Hiraukan Perjanjian, Satpol PP Cianjur Akhirnya Bongkar Paksa 26 PKL Di Cimacan -->

Iklan Semua Halaman

Header Menu

Hiraukan Perjanjian, Satpol PP Cianjur Akhirnya Bongkar Paksa 26 PKL Di Cimacan

Jumat, 19 Oktober 2018



CIANJUR - Cek Update
Setelah sempat diberi waktu selama satu minggu akhirnya pedagang kaki lima (PKL) yang berada disepanjang Jalan Raya Cimacan tepatnya di depan pusat pembelajaan pakaian Raja Fuctory Outlet (FO).Dibongkar paksa petugas Satuan Polisi Pamong Praja (Satpol PP) Kabupaten Cianjur.

Berdasarkan pantauan Cek Update di lapangan, pembokaran kios-kios semi permanen yang diduga berdiri diatas saluran air itu dimulai sejak pukul 09.00 WIB.

Tampak ratusan petugas gabungan terdiri dari TNI, Polri dan Petugas Pemadam Kebakaran (Damkar) Kabupaten Cianjur.
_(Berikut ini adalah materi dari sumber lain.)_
//! `group_grid.csv`: the group grid, one row per design × animals × trials per condition ×
//! analysis (two-stage, pooled) × group test. Each row carries the test's rejection rate
//! (power, or the false-positive rate when the population sits on the null), the rejection
//! rate of the contrast's true value, the share of studies without an answer, and the
//! cell's precision of the group mean c and d′ under that analysis. A design without
//! group tests has one row per cell and analysis, test columns empty.

use super::{figure, num, opt, share, write};
use crate::groups::summary::{GroupPrecision, GroupTestSummary};
use crate::groups::{GridCell, GroupReport};
use crate::vocab::Sided;

/// Column names, in order.
pub const COLUMNS: [&str; 47] = [
    "design",
    "record",
    "animals",
    "trials",
    "trials_per_animal",
    "cost",
    "studies",
    "analysis",
    "test",
    "kind",
    "sided",
    "effect",
    "target",
    "rejection_rate",
    "rejection_low",
    "rejection_high",
    "true_value_rejection_rate",
    "true_value_rejection_low",
    "true_value_rejection_high",
    "no_answer",
    "no_answer_low",
    "no_answer_high",
    "criterion_truth",
    "criterion_mean",
    "criterion_mean_mc_se",
    "criterion_sd",
    "criterion_sd_mc_se",
    "criterion_mean_se",
    "criterion_mean_se_mc_se",
    "criterion_coverage",
    "criterion_coverage_low",
    "criterion_coverage_high",
    "criterion_half_width",
    "criterion_half_width_mc_se",
    "d_prime_truth",
    "d_prime_mean",
    "d_prime_mean_mc_se",
    "d_prime_sd",
    "d_prime_sd_mc_se",
    "d_prime_mean_se",
    "d_prime_mean_se_mc_se",
    "d_prime_coverage",
    "d_prime_coverage_low",
    "d_prime_coverage_high",
    "d_prime_half_width",
    "d_prime_half_width_mc_se",
    "animals_dropped",
];

fn sided(s: Sided) -> &'static str {
    match s {
        Sided::TwoSided => "two-sided",
        Sided::Greater => "greater",
        Sided::Less => "less",
    }
}

fn precision(p: &GroupPrecision) -> Vec<String> {
    let mut v = vec![num(p.truth)];
    v.extend(figure(&p.mean));
    v.extend(figure(&p.sd));
    v.extend(figure(&p.mean_se));
    v.extend(share(&p.coverage));
    v.extend(figure(&p.half_width));
    v
}

/// The test columns of one analysis (empty without a test).
fn test_columns(t: Option<&GroupTestSummary>, pooled: bool) -> Vec<String> {
    let Some(t) = t else {
        return vec![String::new(); 14];
    };
    let (rate, truth, failed) = if pooled {
        (&t.pooled, &t.pooled_false, &t.pooled_failed)
    } else {
        (&t.two_stage, &t.two_stage_false, &t.two_stage_failed)
    };
    let mut v = vec![
        t.name.clone(),
        t.kind.name().to_string(),
        sided(t.sided).to_string(),
        num(t.effect),
        opt(t.target),
    ];
    v.extend(share(rate));
    v.extend(share(truth));
    v.extend(share(failed));
    v
}

fn cell_rows(design: &str, record: &str, cell: &GridCell, rows: &mut Vec<Vec<String>>) {
    let s = &cell.summary;
    for (analysis, pooled) in [("two-stage", false), ("pooled", true)] {
        let (c, d) = if pooled {
            (&s.pooled_criterion, &s.pooled_d_prime)
        } else {
            (&s.criterion, &s.d_prime)
        };
        let tests: Vec<Option<&GroupTestSummary>> = if s.tests.is_empty() {
            vec![None]
        } else {
            s.tests.iter().map(Some).collect()
        };
        for t in tests {
            let mut row = vec![
                design.to_string(),
                record.to_string(),
                cell.animals.to_string(),
                cell.trials.to_string(),
                cell.trials_per_animal.to_string(),
                opt(cell.cost),
                s.studies.to_string(),
                analysis.to_string(),
            ];
            row.extend(test_columns(t, pooled));
            row.extend(precision(c));
            row.extend(precision(d));
            row.push(num(s.animals_dropped.value));
            rows.push(row);
        }
    }
}

pub fn render(groups: Option<&GroupReport>) -> Result<Vec<u8>, csv::Error> {
    let mut rows = Vec::new();
    for d in groups.map_or(&[][..], |g| &g.designs) {
        for cell in &d.cells {
            cell_rows(&d.design, &d.record, cell, &mut rows);
        }
    }
    write(&COLUMNS, &rows)
}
Dikerahkan untuk mengamankan situasi.

Kepala Bidang (Kabid) Penindakan Perda (Gakda) Robby Erlangga mengatakan, pembokaran lapak PKL tersebut sudah berdasarkan kesepakatan yang di buat dan disepakati satu minggu yang lalu.

"Kesepakatan pembongkaran lapak tersebut sudah dibuat 11 Oktober yang lalu bersama koordinator PKL dan Pimpinan Daerah," tuturnya kepada para awak media Jum,at (19/10/2018).


Namun pada kenyataannya lanjut Kabid, pihak pedagang kaki lima sampai dengan waktu yang sudah ditentukan yaitu tanggal 18 Oktober 2018.Tetap tidak membongkar lapak dagangannya.

"Jadi hari ini kami bersama tim pembongkaran bangunan liar Kabupaten Cianjur,membongkar secara paksa bangunan tersebut," paparnya.

Sementara itu Wakil Bupati Cianjur Herman Suherman mengatakan,kegiatan pembongkaran lapak pedagang kaki lima tersebut,sudah berdasarkan kesepatan yang buat satu minggu yang lalu.

"Jadi alhamdulilah pembongkaran ini berjalan secara aman dan tertib tidak ada perlawanan, karena sudah ada perjanjian antara Kami dan Koordinator pedagang,"terangnya.

Walaupun diakui Herman, proses penertiban bangunan liar tersebut sempat mengalami beberapa kendala.Namun berkat kekompakan semua unsur pimpinan daerah mulai dari TNI dan POLRI.Proses penertiban tersebut berjalan dengan lancar. "Dan alhamdulilah hasilnya seperti ini,"tukasnya.

Herman menambahkan,saat ini sebanyak 26 pedangan yang terkena dampak penggusuran rencananya akan di relokasi ke Basemant Pasar Cipanas. "Jadi kita akan berikan lapak secara gratis selama satu tahun," tambahnya.